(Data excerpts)
□ □ □ □ □

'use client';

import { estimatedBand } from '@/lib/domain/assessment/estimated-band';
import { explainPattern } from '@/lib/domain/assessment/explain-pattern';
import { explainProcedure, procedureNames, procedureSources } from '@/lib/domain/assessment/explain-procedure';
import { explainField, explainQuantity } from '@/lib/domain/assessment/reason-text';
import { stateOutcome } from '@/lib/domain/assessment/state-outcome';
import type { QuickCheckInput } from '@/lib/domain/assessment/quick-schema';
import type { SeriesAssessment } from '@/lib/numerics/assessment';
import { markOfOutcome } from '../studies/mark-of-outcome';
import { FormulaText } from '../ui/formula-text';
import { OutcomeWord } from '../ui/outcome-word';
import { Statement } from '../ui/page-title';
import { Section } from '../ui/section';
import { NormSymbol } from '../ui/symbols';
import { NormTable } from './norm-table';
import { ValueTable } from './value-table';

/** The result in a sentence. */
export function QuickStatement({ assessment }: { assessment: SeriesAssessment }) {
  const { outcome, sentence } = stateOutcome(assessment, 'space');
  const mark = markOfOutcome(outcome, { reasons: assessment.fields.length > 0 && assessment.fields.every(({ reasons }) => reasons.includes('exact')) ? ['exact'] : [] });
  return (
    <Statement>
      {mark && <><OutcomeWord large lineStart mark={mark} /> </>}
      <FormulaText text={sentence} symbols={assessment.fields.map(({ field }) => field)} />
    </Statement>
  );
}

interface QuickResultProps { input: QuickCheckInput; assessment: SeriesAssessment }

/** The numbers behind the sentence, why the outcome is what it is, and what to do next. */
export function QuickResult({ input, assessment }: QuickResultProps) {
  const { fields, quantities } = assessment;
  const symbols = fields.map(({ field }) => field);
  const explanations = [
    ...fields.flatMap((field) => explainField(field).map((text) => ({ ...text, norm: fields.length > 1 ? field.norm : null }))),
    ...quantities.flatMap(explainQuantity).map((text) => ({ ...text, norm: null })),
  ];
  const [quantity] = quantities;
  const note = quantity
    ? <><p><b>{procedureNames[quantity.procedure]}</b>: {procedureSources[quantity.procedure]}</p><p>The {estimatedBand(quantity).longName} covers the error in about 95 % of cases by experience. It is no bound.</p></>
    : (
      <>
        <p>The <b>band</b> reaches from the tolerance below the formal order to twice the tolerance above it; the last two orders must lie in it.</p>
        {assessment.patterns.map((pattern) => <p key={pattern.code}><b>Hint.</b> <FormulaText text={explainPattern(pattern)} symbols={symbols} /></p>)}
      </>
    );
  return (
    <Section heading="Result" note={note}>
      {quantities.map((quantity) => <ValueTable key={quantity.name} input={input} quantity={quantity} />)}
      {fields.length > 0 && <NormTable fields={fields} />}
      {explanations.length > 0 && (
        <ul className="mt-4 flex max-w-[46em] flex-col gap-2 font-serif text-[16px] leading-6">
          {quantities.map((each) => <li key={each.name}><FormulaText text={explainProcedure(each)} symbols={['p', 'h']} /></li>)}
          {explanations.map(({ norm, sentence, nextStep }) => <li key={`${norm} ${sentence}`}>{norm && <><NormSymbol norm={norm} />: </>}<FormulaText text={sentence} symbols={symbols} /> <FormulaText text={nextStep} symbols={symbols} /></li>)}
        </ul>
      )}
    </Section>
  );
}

□ □ □ □ □

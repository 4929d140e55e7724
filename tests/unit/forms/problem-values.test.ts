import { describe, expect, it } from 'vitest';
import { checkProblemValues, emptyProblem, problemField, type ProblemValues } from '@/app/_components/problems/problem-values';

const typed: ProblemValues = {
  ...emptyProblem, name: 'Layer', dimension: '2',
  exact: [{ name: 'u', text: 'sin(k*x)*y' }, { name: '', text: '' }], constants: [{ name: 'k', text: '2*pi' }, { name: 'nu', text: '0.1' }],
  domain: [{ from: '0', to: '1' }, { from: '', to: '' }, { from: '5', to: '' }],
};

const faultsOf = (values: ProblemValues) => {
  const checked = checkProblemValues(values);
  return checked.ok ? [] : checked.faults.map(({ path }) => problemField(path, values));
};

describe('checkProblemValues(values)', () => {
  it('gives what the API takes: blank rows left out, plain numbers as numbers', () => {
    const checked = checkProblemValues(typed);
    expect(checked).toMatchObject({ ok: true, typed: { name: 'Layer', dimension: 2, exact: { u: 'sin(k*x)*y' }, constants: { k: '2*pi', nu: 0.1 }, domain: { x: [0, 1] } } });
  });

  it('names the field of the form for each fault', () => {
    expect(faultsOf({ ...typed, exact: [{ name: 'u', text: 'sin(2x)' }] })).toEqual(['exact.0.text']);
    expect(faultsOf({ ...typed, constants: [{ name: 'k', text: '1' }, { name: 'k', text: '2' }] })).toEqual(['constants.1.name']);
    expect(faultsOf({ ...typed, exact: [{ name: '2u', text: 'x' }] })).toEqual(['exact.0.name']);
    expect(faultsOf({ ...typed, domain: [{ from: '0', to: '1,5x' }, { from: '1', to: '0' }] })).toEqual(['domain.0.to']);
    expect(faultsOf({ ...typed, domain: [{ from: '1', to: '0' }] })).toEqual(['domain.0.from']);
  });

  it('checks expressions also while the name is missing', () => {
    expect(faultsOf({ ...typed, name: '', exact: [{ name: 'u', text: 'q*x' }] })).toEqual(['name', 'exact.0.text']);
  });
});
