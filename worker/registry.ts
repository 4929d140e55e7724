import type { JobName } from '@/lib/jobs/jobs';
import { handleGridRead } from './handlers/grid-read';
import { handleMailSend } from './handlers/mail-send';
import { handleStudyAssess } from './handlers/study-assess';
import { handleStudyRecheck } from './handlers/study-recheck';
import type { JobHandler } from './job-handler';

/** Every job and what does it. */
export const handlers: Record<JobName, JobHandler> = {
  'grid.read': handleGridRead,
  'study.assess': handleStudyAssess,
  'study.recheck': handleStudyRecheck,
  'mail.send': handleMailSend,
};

□ □ □ □ □

### WORK TO BE COMPLETED:
Above are the records; print exactly the lines from the line with "reasons: assessment.fields.length >" to the line with "const note = quantity", including both, and nothing else.

### SOLVED PROBLEM:
  const mark = markOfOutcome(outcome, { reasons: assessment.fields.length > 0 && assessment.fields.every(({ reasons }) => reasons.includes('exact')) ? ['exact'] : [] });
  return (
    <Statement>
      {mark && <><OutcomeWord large lineStart mark={mark} /> </>}
      <FormulaText text={sentence} symbols={assessment.fields.map(({ field }) => field)} />
    </Statement>
  );
}

interface QuickResultProps { input: QuickCheckInput; assessment: SeriesAssessment }

/** The numbers behind the sentence, why the outcome is what it is, and what to do next. */
export function QuickResult({ input, assessment }: QuickResultProps) {
  const { fields, quantities } = assessment;
  const symbols = fields.map(({ field }) => field);
  const explanations = [
    ...fields.flatMap((field) => explainField(field).map((text) => ({ ...text, norm: fields.length > 1 ? field.norm : null }))),
    ...quantities.flatMap(explainQuantity).map((text) => ({ ...text, norm: null })),
  ];
  const [quantity] = quantities;
  const note = quantity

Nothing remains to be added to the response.